Wednesday, January 11, 2012

Mushroom Steak and Rice Dinner

Tonight’s dinner was to be a large dinner salad topped with steak, but I was not feeling much like a salad when it was time to get started.  So it was time for a little “Improv in the Kitchen”. 

Since the steak (thin sliced top sirloin, or breakfast steaks) was already cut into strips and in the fridge marinating, I figured I would rustle up some stuff to go with it.  Hmmm… Opening the fridge to take out the steak I saw the container of baby bella mushrooms, and a half a bell pepper.  This is getting easy fast.
Threw it on the counter and went to the pantry.  I grabbed an onion out of the basket, a can of beef broth, and the rice canister.  I pulled out the rice cooker and got the grains to cooking, then started chopping the onion and pepper. 

In my large skillet, I added some olive oil over medium high heat and then added the veggies and mushrooms. (I love the smell of onions and peppers cooking!)  As the mushrooms started soaking up all the oil I added splashes of the beef broth as well as salt and pepper, and pepper, and pepper…

Once the onions were almost done, I made room in the skillet for the steak and all the marinade (Ken’s Steakhouse balsamic & onion marinade, olive oil, white wine, and soy sauce) and continued cooking.  I also added the rest of the beef broth.  Stir every so often.

Once the meat is cooked, turn down the temp to simmer and add a can of drained garden peas can (frozen is better, but I was out).  At this point I am waiting on the rice to finish.  Once the “warm” light is lit on the rice cooker, I mix a heaping tablespoon of cornstarch and a half cup of water in the leftover pea can. (using the pea can saves on dirty dishes!) Stir this concoction well and add to the skillet.  Now stir the entire mix thoroughly to blend.  This will thicken the beef broth to the desired consistency to make a great gravy.
Put your rice in the bowl and top with your Mushroom Steak mix.



  1. I'm a huge lover of anything with mushrooms!
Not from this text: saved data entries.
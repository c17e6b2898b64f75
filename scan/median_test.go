package scan

import (
	"fmt"
	"math"
	"math/rand/v2"
	"slices"
	"testing"
)

// medianSorted is the median by its definition: the middle of the sorted
// values, or the mean of the two middle ones for an even count.
func medianSorted(a []float64) float64 {
	s := slices.Sorted(slices.Values(a))
	n := len(s)
	if n%2 == 1 {
		return s[n/2]
	}
	return 0.5 * (s[n/2-1] + s[n/2])
}

// sameBits reports whether x and y are the same float64, bit for bit.
func sameBits(x, y float64) bool { return math.Float64bits(x) == math.Float64bits(y) }

// shortMedianCases returns slices of every length 1 … 80 (beyond
// shortMedianMax too) with heights as a scan has them, many ties, zeros of
// both signs at and around the median, infinities, NaNs, and sorted,
// reversed and constant orders.
func shortMedianCases() map[string][]float64 {
	r := rand.New(rand.NewPCG(11, 12))
	negZero := math.Copysign(0, -1)
	cases := map[string][]float64{}
	for n := 1; n <= 80; n++ {
		gen := map[string]func(i int) float64{
			"heights":  func(int) float64 { return 1e-3 + 8e-6*r.NormFloat64() },
			"ties":     func(int) float64 { return 1e-6 * float64(r.IntN(4)) },
			"zeros":    func(int) float64 { return []float64{-1e-6, negZero, 0, 1e-6}[r.IntN(4)] },
			"onlyZero": func(int) float64 { return []float64{negZero, 0}[r.IntN(2)] },
			"nearZero": func(i int) float64 { return []float64{negZero, 0, float64(i - n/2)}[r.IntN(3)] },
			"opposite": func(i int) float64 { return float64(2*(i%2)-1) * float64(1+r.IntN(2)) },
			"inf":      func(int) float64 { return []float64{math.Inf(-1), 1, math.Inf(1)}[r.IntN(3)] },
			"nan":      func(i int) float64 { return []float64{math.NaN(), float64(i), -float64(i)}[r.IntN(3)] },
			"sorted":   func(i int) float64 { return float64(i) },
			"reversed": func(i int) float64 { return float64(n - i) },
			"constant": func(int) float64 { return 7 },
		}
		for name, g := range gen {
			a := make([]float64, n)
			for i := range a {
				a[i] = g(i)
			}
			cases[fmt.Sprintf("%s/n=%d", name, n)] = a
		}
	}
	return cases
}

// TestMedianOf checks medianOf against medianInPlace, the median the
// callers took before, bit for bit (the sign of a zero median and NaN
// included), and, without NaNs, against the definition (medianSorted).
func TestMedianOf(t *testing.T) {
	for name, a := range shortMedianCases() {
		got := medianOf(slices.Clone(a))
		want := medianInPlace(slices.Clone(a))
		if !sameBits(got, want) {
			t.Errorf("%s: medianOf = %g (%#x), medianInPlace %g (%#x)", name, got, math.Float64bits(got), want, math.Float64bits(want))
		}
		if slices.ContainsFunc(a, math.IsNaN) {
			continue
		}
		if def := medianSorted(a); got != def && !(math.IsNaN(got) && math.IsNaN(def)) {
			t.Errorf("%s: medianOf = %g, sorted middle %g", name, got, def)
		}
	}
}

// TestMedianOfZeroSign checks the cases where only the order decides the
// sign of a zero median: the same multiset of ±0 and ±1 in every rotation.
func TestMedianOfZeroSign(t *testing.T) {
	negZero := math.Copysign(0, -1)
	for n := shortMedianMin; n <= shortMedianMax; n++ {
		a := make([]float64, n)
		for i := range a {
			a[i] = []float64{negZero, 0, negZero, -1, 1}[i%5]
		}
		for rot := range n {
			b := append(slices.Clone(a[rot:]), a[:rot]...)
			got, want := medianOf(slices.Clone(b)), medianInPlace(slices.Clone(b))
			if !sameBits(got, want) {
				t.Fatalf("n %d, rotation %d: medianOf = %g, medianInPlace %g", n, rot, got, want)
			}
		}
	}
}

// windowMediansRef is windowMedians as it was written first: each
// window's values gathered row by row (gatherWindow) and medianInPlace of
// them.
func windowMediansRef(g refGrid, med []float64) []float64 {
	f := make([]float64, g.nx*g.ny)
	var buf []float64
	for j := range g.ny {
		for i := range g.nx {
			buf = gatherWindow(g, med, i, j, buf)
			f[j*g.nx+i] = nan
			if len(buf) > 0 {
				f[j*g.nx+i] = medianInPlace(buf)
			}
		}
	}
	return f
}

// TestWindowMedians checks windowMedians against windowMediansRef bit for
// bit on grids narrower and wider than the window (its edges), with
// shares of undefined cells from none to all, on heights with −0 cells
// and on fields of few values (ties, and zeros of both signs at the
// median).
func TestWindowMedians(t *testing.T) {
	r := rand.New(rand.NewPCG(13, 14))
	negZero := math.Copysign(0, -1)
	fewValues := func(g refGrid, nanShare float64) []float64 {
		f := make([]float64, g.nx*g.ny)
		for q := range f {
			f[q] = []float64{-1e-6, negZero, 0, 1e-6}[r.IntN(4)]
			if r.Float64() < nanShare {
				f[q] = nan
			}
		}
		return f
	}
	for _, size := range [][2]int{{1, 1}, {1, 9}, {3, 9}, {7, 7}, {9, 7}, {20, 13}, {40, 41}} {
		g := refGrid{nx: size[0], ny: size[1], h: 1e-3}
		for _, nanShare := range []float64{0, 0.2, 0.6, 1} {
			for name, field := range map[string][]float64{
				"heights":   randomRefField(r, g, nanShare),
				"fewValues": fewValues(g, nanShare),
			} {
				got, want := windowMedians(g, field), windowMediansRef(g, field)
				for q := range got {
					if !sameBits(got[q], want[q]) {
						t.Fatalf("%s on %d×%d, NaN share %.1f: cell (%d, %d) = %g, want %g",
							name, g.nx, g.ny, nanShare, q%g.nx, q/g.nx, got[q], want[q])
					}
				}
			}
		}
	}
}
I must say that this sounds delicious to me...but I have to omit the green peas. :)

  2. I understand Tina. Corn would work and add a color dimension as well.

  3. I want some! I'd love it with the peas too. I can't say that I love the smell of peppers cooking, but I adore onions sauteing very, very much. Your improv dinner looks absolutely fantastic.

  4. That looks absolutely delicious! A great improvised dinner.